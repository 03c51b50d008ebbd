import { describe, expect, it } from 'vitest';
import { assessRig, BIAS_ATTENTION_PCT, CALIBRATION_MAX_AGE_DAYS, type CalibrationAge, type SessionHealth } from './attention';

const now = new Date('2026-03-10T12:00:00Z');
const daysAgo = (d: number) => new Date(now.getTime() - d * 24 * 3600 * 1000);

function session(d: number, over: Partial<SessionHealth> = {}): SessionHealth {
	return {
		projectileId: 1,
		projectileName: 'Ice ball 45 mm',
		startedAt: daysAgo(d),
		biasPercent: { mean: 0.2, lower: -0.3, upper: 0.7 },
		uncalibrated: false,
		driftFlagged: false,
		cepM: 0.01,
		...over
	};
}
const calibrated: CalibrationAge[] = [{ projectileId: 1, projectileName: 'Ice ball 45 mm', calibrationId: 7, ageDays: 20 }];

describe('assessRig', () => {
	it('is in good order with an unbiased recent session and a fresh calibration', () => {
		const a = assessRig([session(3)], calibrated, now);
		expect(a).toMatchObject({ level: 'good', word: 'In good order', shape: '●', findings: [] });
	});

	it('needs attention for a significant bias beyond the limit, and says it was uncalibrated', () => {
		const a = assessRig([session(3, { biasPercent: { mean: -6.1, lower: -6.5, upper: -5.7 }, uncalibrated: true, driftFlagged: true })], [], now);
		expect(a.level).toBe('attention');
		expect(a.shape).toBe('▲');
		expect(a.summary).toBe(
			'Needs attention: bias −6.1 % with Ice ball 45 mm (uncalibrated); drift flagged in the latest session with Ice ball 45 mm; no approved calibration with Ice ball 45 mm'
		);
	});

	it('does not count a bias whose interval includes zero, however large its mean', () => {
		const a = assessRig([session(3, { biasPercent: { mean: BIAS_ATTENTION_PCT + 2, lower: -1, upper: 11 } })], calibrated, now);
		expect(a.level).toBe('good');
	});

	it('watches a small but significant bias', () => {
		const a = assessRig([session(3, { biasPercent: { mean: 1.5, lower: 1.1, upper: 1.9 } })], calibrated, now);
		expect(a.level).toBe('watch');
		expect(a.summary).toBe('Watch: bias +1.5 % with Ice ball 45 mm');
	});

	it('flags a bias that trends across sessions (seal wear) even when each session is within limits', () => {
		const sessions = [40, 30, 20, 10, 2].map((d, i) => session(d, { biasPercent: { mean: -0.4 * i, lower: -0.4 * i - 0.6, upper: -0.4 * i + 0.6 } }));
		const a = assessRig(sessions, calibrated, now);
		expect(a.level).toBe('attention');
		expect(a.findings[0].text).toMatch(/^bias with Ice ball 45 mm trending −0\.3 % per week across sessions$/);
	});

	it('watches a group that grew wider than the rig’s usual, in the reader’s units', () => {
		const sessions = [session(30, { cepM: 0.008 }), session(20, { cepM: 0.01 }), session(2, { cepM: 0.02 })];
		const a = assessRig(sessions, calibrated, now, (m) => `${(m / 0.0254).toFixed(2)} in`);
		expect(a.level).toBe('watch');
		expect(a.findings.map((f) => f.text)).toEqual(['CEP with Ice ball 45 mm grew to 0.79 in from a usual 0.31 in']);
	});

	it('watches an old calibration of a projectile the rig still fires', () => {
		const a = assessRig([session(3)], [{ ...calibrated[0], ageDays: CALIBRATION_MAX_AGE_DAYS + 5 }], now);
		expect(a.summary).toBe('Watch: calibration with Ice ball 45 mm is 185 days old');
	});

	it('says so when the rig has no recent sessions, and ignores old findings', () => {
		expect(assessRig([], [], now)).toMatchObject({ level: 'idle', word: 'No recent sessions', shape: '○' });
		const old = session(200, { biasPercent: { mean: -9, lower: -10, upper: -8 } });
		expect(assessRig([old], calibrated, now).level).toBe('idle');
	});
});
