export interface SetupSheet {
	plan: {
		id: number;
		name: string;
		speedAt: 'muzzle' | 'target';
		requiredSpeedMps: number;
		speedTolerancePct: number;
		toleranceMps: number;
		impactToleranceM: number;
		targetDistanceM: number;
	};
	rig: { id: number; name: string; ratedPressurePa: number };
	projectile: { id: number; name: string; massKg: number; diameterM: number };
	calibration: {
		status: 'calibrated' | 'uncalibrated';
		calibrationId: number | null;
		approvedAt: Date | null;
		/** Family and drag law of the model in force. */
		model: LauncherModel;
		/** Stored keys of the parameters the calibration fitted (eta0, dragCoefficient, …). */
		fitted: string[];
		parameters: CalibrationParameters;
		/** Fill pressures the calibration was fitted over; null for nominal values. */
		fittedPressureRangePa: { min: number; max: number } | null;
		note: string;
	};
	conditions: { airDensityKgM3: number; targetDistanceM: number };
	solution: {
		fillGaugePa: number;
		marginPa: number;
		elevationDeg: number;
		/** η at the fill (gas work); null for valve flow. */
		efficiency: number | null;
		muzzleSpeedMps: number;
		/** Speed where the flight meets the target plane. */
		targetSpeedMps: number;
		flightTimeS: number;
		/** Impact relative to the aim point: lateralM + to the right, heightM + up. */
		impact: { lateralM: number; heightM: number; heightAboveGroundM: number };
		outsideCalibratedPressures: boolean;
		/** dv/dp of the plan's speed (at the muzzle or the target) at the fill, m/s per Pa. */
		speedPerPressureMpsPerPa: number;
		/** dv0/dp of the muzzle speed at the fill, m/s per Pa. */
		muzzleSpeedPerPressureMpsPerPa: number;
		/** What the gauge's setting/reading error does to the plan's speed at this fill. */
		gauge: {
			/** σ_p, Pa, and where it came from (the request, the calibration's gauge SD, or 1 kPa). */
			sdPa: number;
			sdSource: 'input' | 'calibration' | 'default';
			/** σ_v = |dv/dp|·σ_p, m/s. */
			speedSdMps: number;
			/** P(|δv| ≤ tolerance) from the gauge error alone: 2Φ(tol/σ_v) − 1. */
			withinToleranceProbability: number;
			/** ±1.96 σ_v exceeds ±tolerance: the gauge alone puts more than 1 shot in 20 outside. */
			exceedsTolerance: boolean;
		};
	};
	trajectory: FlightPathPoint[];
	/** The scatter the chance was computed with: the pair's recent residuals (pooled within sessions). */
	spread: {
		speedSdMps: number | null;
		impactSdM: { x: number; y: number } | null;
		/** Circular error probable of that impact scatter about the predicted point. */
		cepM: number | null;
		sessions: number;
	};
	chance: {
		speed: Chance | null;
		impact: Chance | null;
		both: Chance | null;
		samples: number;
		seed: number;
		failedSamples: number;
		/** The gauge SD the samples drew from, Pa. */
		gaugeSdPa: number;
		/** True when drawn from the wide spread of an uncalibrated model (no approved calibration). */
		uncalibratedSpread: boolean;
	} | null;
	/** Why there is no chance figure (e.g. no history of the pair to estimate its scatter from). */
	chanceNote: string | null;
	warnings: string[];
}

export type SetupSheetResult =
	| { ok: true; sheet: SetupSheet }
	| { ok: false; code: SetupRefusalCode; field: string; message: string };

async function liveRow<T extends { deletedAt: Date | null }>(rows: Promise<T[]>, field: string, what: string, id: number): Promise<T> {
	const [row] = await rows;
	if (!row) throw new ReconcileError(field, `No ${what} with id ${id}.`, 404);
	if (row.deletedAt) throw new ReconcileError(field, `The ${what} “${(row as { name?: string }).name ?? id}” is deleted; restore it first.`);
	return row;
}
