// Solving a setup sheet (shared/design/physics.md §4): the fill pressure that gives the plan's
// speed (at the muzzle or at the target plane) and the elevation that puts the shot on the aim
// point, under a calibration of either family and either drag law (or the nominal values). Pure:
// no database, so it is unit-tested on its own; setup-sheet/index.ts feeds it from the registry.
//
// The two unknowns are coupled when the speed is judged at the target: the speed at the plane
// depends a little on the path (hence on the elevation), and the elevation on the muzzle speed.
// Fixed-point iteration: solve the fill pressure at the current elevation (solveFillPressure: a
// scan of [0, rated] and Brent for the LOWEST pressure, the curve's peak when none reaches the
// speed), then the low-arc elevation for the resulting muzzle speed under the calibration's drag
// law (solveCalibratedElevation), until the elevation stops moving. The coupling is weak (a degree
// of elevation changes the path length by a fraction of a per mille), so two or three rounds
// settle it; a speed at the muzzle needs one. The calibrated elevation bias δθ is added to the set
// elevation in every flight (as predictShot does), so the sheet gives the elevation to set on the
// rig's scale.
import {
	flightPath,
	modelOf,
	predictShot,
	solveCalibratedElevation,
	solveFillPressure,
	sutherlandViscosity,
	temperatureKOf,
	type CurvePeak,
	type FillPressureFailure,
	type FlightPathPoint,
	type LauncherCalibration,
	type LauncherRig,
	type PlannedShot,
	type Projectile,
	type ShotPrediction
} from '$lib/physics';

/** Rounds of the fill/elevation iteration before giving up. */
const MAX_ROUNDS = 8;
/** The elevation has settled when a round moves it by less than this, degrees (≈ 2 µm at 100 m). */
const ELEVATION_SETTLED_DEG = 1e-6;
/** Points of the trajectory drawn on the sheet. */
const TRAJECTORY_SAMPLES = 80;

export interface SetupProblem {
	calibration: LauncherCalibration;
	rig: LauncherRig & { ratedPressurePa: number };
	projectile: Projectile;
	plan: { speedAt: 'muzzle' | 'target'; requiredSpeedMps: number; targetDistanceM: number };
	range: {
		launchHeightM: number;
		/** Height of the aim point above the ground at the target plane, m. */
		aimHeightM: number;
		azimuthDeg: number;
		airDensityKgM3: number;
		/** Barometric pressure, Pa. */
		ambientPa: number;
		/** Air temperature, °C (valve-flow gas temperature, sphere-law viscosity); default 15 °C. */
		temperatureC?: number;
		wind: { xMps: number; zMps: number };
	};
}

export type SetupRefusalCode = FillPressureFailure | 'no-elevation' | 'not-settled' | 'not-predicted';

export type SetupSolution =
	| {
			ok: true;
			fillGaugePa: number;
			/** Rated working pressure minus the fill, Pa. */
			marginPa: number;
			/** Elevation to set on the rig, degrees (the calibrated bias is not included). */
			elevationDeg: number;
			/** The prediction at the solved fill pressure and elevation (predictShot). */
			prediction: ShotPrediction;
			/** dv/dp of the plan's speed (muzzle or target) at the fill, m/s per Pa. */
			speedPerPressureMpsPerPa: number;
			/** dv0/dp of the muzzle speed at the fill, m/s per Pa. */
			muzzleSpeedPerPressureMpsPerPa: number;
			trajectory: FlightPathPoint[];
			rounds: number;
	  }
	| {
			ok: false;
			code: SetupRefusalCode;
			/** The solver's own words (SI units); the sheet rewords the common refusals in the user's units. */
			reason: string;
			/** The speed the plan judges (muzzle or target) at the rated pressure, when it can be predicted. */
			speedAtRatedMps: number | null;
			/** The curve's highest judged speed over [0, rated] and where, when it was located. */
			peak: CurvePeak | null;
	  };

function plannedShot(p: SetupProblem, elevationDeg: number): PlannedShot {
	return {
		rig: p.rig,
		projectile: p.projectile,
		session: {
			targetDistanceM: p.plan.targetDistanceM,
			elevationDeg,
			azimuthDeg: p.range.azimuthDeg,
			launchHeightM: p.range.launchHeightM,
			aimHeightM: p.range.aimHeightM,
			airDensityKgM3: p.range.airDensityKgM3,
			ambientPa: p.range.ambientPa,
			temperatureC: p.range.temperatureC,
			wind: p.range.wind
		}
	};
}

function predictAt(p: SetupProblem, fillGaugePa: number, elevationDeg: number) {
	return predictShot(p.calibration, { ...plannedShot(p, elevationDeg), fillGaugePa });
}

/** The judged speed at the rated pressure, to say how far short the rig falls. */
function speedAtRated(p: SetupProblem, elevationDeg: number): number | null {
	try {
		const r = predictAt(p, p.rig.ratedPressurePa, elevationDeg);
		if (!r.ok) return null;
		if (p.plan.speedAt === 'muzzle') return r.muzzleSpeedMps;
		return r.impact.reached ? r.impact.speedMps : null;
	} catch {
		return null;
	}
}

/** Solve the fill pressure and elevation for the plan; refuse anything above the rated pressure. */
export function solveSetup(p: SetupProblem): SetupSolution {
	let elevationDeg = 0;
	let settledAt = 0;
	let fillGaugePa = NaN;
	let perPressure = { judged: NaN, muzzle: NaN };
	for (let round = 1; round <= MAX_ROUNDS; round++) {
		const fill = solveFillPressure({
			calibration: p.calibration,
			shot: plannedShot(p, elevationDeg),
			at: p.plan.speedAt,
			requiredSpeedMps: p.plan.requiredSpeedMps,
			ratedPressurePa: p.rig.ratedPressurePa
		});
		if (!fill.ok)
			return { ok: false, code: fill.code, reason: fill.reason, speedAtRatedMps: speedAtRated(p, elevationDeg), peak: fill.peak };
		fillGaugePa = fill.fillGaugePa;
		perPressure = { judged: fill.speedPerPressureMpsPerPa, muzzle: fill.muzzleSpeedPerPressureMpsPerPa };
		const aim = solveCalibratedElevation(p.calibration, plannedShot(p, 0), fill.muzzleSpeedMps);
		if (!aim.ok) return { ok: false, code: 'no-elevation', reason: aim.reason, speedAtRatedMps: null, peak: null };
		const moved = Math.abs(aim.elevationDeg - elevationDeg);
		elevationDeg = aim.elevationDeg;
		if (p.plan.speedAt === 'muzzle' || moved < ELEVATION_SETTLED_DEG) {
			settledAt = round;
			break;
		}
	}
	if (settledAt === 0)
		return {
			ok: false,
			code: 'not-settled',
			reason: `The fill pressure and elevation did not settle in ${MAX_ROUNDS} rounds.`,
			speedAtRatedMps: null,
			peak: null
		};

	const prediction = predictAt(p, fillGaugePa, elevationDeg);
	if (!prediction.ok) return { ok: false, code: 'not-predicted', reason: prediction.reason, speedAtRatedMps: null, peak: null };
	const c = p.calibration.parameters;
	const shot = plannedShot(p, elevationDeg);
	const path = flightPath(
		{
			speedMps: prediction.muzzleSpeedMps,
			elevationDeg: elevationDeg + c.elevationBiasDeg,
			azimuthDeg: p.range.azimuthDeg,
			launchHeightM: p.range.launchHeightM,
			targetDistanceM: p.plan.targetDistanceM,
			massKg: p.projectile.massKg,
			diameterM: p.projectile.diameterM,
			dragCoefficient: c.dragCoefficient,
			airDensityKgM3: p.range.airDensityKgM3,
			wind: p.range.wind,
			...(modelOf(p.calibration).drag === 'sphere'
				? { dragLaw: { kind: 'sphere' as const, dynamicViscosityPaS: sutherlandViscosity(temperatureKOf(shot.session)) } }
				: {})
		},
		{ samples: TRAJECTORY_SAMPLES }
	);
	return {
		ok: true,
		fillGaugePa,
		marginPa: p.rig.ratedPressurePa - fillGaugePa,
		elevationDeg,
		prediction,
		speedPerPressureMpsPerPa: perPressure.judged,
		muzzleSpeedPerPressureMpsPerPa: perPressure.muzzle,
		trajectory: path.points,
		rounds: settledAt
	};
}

###

[Aim of the task]: In the data above, find each line that uses the string "wind". Copy it.

[Expected answer]:
		wind: { xMps: number; zMps: number };
			wind: p.range.wind
			wind: p.range.wind,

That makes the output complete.